**Your instructions**
Each line in the entries below that holds the string "does" must be copied.
(Exercise input Opens)
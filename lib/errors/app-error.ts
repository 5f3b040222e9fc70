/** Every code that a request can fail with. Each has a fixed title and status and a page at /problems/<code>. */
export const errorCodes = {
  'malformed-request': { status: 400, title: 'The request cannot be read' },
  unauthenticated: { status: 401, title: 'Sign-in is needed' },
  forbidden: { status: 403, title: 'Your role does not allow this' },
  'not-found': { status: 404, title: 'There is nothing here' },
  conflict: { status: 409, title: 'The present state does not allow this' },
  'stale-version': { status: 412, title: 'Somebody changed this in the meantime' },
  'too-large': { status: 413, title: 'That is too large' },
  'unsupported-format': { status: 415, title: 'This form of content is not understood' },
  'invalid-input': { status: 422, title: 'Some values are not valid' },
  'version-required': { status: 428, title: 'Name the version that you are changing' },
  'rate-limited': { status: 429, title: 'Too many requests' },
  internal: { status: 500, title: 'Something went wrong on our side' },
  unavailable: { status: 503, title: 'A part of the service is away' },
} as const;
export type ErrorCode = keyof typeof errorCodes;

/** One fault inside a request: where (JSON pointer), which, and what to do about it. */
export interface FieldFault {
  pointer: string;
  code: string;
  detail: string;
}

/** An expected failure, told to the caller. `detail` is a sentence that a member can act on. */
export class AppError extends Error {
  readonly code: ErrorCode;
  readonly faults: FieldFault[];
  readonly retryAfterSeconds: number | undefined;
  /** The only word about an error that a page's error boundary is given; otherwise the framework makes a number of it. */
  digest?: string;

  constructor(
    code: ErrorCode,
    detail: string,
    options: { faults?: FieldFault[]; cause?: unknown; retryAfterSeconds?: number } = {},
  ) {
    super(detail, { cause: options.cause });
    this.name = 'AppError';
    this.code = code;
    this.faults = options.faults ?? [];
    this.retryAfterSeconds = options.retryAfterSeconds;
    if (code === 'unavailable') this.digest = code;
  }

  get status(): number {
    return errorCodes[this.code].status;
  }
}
(Exercise input Closes)
(Exercise input Opens)
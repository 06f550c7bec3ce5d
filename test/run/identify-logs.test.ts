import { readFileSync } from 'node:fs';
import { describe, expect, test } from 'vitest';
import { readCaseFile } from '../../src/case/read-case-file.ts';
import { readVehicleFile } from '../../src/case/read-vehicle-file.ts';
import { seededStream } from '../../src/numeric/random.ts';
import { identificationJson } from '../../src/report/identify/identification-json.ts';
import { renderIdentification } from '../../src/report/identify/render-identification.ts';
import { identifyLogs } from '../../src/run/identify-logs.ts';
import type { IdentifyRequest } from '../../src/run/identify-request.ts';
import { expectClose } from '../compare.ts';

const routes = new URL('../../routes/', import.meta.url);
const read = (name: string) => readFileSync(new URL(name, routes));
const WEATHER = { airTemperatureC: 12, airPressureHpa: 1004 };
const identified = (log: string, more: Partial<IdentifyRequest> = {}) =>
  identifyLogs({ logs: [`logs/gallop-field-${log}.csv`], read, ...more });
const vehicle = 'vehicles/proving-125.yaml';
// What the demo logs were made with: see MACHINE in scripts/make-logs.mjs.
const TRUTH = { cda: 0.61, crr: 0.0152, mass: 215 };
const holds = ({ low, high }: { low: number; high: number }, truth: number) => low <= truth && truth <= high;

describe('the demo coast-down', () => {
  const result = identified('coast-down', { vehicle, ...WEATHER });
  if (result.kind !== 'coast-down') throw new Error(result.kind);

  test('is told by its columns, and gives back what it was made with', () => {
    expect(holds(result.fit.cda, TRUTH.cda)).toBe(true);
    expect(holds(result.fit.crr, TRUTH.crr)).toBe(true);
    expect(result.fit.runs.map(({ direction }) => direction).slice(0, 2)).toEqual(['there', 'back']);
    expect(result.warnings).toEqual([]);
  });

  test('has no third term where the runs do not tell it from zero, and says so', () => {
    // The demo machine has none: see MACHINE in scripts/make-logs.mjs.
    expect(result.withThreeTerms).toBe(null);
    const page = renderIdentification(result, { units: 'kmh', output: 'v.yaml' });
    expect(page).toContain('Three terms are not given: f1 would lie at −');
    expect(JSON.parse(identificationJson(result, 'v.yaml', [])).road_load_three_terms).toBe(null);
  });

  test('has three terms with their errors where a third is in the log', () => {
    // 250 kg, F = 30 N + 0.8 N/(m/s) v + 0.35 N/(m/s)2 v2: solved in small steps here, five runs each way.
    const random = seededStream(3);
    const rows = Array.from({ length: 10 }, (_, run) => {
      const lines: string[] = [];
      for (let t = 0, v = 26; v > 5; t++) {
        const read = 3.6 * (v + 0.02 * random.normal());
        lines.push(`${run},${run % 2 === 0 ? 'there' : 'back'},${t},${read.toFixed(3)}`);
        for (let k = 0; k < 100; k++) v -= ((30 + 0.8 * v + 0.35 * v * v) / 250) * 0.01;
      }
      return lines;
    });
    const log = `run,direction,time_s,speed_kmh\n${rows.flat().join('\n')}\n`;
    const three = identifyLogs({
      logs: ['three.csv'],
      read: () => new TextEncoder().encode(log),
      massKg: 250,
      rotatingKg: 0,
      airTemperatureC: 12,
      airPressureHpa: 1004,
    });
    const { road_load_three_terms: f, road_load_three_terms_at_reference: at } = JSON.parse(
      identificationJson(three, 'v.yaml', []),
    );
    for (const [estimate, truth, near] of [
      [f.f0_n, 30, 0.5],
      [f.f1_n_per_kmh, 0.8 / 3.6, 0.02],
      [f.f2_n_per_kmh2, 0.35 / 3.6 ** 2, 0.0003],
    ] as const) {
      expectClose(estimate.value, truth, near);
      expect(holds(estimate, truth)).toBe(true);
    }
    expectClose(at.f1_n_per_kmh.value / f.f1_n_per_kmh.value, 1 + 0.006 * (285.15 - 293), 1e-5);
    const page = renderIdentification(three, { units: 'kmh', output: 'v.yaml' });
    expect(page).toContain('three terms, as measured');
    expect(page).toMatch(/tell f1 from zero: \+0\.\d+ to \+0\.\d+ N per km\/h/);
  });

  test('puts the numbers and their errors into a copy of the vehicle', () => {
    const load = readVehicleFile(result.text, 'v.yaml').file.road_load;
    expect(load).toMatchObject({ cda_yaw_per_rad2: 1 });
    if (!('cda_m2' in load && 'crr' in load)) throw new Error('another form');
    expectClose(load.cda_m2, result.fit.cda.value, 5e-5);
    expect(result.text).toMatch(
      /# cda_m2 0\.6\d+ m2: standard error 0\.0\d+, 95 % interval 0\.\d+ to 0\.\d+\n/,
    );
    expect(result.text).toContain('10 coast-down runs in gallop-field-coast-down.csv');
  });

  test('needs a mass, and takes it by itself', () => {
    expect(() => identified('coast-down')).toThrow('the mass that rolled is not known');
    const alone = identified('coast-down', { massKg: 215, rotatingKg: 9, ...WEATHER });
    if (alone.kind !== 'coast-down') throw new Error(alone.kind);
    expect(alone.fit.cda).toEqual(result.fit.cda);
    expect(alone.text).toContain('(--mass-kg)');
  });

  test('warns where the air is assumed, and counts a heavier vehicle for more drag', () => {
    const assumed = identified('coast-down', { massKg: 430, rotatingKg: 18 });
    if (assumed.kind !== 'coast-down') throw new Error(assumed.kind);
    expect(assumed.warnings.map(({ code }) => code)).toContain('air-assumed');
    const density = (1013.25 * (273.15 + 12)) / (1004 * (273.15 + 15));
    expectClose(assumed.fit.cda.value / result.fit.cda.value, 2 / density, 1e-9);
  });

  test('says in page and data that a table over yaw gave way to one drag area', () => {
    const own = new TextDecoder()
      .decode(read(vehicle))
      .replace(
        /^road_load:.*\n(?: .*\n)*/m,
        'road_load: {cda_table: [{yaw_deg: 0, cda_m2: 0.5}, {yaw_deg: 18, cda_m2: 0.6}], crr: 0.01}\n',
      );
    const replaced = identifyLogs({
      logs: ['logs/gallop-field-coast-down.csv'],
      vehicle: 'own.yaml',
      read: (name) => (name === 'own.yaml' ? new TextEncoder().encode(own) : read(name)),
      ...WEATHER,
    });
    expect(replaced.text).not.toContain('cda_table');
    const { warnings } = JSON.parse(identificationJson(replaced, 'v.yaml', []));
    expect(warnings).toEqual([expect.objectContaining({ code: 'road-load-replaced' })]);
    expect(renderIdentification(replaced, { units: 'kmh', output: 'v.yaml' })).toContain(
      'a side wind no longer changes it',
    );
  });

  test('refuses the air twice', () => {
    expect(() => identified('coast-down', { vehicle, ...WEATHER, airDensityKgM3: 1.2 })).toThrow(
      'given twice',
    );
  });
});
(Exercise input Closes)
(Exercise input Opens)
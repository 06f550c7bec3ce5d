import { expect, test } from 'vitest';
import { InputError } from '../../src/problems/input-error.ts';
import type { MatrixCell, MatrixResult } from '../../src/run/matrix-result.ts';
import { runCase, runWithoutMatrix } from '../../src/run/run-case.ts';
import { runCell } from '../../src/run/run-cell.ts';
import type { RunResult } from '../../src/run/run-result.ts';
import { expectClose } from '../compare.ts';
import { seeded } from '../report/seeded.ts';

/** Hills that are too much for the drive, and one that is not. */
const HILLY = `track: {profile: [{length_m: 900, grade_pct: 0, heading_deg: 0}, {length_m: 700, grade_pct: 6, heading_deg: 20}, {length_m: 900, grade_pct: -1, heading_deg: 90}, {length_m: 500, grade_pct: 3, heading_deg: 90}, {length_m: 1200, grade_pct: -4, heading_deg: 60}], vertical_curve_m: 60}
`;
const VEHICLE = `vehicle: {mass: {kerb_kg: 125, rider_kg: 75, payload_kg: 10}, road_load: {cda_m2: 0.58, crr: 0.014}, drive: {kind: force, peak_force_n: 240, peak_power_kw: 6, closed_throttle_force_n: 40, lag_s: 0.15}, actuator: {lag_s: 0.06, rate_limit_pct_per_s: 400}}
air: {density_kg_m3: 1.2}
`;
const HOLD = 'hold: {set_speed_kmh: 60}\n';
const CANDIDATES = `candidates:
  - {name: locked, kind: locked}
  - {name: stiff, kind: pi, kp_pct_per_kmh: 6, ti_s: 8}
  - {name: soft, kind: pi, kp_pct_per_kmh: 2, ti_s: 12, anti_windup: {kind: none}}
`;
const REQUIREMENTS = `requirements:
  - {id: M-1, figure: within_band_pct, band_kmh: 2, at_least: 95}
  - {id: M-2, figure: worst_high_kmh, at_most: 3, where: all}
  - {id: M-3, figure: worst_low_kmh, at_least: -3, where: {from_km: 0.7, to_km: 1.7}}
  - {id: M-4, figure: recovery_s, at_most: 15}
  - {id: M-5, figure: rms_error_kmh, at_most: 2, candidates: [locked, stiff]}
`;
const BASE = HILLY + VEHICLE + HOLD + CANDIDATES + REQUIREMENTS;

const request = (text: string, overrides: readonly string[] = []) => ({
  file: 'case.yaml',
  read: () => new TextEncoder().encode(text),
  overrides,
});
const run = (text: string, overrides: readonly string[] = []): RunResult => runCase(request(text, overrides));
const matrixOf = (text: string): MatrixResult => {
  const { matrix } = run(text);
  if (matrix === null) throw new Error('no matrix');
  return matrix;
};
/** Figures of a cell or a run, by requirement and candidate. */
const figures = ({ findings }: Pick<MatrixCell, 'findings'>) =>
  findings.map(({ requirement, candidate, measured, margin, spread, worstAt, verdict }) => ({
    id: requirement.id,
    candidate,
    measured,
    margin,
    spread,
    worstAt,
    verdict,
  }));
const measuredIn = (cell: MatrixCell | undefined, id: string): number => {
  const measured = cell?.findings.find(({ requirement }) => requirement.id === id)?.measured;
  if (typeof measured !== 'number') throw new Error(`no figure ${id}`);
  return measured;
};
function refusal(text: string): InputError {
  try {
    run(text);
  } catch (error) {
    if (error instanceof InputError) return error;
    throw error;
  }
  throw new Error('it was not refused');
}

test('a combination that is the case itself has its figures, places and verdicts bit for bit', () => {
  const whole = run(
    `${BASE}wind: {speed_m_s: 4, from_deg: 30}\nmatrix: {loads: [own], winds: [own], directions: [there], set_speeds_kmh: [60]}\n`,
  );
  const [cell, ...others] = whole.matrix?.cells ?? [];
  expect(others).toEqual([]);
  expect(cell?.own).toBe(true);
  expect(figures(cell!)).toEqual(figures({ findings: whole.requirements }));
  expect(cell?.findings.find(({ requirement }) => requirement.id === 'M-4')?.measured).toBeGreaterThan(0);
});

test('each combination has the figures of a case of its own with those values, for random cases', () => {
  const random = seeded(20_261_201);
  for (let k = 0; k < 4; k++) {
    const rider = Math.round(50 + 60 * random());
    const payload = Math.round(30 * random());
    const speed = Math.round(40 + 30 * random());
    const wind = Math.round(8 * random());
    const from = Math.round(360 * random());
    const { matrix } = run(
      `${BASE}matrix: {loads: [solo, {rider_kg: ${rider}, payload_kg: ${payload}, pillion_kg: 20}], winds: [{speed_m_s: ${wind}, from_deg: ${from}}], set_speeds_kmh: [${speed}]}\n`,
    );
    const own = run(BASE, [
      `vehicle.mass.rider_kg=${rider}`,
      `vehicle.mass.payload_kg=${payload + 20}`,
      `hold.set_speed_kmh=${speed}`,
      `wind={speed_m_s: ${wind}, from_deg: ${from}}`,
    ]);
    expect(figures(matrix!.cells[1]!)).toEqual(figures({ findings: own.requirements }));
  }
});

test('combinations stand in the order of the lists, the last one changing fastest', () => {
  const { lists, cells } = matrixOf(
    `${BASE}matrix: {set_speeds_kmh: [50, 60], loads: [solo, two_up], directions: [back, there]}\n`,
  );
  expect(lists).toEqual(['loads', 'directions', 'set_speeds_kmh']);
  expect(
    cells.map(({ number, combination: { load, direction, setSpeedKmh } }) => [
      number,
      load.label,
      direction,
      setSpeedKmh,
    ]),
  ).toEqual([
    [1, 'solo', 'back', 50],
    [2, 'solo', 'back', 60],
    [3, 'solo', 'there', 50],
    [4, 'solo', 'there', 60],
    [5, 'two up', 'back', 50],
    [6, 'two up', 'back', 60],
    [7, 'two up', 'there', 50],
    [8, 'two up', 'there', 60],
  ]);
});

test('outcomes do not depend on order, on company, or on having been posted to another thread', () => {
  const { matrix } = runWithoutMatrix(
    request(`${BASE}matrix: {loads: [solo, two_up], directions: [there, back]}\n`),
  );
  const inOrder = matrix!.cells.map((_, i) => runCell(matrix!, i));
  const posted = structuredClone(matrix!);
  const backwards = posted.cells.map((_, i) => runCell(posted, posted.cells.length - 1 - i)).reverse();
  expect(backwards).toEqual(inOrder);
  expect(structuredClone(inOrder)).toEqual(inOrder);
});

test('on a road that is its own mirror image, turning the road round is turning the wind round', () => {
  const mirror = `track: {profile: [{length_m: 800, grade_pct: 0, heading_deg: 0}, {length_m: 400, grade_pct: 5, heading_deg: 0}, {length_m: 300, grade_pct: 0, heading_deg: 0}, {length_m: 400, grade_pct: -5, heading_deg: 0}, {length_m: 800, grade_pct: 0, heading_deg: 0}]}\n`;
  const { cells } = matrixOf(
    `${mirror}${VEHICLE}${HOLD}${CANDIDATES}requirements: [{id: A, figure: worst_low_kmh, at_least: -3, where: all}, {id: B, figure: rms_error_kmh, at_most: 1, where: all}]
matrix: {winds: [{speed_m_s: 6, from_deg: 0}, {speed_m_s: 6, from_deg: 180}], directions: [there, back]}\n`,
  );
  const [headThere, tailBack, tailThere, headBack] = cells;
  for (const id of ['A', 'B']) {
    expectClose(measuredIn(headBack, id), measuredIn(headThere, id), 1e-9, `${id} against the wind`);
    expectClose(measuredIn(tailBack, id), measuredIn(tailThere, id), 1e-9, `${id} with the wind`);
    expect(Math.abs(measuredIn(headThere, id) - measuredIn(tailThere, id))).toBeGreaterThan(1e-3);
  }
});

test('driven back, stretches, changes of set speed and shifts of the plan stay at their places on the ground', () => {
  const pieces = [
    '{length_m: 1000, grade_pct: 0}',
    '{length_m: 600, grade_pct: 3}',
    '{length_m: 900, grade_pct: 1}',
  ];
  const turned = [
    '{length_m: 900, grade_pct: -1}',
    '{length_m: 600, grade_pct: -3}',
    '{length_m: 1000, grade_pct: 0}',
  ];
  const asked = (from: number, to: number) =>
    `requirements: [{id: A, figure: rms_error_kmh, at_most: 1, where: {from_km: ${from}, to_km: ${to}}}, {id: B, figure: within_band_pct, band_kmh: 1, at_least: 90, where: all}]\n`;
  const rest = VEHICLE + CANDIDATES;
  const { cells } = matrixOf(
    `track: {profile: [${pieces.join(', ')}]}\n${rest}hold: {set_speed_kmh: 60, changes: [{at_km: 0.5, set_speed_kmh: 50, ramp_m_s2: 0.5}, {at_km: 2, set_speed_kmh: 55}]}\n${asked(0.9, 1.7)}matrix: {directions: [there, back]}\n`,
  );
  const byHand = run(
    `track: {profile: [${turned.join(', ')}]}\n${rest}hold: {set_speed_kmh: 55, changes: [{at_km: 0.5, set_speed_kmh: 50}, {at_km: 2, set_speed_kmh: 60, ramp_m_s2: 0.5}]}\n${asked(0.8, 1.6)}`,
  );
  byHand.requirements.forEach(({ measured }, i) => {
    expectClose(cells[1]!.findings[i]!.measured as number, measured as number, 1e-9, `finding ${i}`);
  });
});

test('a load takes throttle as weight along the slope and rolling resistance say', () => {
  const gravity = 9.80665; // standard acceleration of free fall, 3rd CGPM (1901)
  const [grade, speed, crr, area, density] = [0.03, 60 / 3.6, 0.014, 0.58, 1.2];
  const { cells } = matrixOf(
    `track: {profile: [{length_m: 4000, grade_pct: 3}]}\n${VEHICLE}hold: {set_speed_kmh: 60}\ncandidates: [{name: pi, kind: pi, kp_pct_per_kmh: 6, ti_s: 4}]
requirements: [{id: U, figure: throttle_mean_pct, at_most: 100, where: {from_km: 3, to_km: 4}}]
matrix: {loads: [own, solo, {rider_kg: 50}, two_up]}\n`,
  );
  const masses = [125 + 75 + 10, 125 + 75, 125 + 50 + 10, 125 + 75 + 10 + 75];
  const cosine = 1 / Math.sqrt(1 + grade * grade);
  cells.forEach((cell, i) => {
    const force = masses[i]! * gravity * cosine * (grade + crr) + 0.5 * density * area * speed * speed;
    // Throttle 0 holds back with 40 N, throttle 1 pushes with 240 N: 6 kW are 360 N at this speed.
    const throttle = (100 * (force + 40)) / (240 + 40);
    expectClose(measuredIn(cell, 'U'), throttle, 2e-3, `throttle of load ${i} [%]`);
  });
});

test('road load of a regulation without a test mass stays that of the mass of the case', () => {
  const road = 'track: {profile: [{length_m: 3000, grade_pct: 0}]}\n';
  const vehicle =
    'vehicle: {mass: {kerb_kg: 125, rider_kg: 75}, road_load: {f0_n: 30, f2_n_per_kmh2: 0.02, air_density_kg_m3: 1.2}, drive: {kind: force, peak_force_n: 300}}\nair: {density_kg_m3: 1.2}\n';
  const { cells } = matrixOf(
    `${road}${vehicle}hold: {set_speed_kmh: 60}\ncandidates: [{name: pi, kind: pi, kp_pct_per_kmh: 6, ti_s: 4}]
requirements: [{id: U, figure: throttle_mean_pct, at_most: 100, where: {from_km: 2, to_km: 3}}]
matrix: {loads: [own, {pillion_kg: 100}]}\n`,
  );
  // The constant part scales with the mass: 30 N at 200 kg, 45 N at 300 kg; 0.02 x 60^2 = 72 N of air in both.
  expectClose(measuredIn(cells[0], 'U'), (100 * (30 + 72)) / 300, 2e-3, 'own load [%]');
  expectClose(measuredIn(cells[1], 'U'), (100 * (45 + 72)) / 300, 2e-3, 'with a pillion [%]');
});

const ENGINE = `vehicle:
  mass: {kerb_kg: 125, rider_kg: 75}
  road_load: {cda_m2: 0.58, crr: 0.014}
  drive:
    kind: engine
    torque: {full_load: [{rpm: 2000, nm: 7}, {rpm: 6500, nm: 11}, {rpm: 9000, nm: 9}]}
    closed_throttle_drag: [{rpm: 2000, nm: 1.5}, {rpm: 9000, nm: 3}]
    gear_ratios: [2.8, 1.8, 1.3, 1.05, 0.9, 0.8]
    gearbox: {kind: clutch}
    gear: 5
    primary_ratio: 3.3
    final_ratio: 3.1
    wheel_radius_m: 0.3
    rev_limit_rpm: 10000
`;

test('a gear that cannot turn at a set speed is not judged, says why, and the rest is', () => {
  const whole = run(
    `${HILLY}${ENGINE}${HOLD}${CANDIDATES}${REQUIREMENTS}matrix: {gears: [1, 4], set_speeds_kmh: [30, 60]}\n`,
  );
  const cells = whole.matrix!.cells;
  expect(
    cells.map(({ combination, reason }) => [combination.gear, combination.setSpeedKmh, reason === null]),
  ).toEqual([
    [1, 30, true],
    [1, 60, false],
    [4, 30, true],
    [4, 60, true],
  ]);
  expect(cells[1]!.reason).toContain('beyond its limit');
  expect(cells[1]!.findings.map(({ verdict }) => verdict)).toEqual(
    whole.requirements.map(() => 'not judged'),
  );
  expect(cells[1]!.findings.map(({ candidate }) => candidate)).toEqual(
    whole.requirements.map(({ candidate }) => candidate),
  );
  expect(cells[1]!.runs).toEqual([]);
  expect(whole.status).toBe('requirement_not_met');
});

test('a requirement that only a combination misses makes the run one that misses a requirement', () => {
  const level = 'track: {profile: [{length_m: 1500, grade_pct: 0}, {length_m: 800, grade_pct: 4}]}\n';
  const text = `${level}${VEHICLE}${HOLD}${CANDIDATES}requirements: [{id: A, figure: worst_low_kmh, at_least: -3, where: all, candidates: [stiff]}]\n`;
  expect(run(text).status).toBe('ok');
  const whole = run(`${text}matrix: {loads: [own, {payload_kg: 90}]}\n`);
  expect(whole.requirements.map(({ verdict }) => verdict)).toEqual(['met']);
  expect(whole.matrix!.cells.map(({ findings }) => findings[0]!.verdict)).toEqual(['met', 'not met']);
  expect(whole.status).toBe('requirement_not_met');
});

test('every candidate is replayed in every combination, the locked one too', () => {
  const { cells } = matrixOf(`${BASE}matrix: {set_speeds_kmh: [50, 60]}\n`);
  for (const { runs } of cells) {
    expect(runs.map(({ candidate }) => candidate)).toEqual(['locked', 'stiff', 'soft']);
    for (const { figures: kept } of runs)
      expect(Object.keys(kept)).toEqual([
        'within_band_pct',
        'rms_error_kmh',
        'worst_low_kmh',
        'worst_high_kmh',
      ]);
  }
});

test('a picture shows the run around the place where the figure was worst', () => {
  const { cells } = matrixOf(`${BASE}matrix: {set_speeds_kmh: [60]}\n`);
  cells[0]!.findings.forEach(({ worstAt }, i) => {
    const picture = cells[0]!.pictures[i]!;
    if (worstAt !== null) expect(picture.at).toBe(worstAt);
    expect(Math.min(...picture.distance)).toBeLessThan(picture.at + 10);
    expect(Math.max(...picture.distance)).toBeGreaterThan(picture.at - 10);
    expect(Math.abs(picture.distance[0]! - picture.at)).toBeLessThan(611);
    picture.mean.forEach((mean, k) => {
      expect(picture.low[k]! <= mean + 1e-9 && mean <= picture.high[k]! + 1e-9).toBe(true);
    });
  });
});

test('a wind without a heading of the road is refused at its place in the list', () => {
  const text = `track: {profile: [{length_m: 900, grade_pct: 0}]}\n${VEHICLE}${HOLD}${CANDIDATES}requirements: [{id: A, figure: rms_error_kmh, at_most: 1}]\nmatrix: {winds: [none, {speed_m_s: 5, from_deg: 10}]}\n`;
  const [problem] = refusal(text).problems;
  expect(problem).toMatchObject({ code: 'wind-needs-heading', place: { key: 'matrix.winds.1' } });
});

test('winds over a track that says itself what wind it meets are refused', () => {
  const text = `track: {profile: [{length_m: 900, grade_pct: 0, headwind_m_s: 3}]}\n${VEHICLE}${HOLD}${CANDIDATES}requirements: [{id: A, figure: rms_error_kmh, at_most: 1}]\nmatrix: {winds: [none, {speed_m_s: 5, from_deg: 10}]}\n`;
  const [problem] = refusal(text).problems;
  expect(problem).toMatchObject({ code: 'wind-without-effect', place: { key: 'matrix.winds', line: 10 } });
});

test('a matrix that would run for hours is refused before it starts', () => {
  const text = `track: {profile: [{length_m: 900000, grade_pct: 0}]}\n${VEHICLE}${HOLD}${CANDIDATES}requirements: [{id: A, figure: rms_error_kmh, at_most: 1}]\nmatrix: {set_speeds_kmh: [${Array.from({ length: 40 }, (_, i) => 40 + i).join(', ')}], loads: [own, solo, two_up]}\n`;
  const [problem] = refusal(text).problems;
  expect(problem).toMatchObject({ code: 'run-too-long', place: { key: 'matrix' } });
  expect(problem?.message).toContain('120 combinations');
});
(Exercise input Closes)
**Exercise answer**
  forbidden: { status: 403, title: 'Your role does not allow this' },
  conflict: { status: 409, title: 'The present state does not allow this' },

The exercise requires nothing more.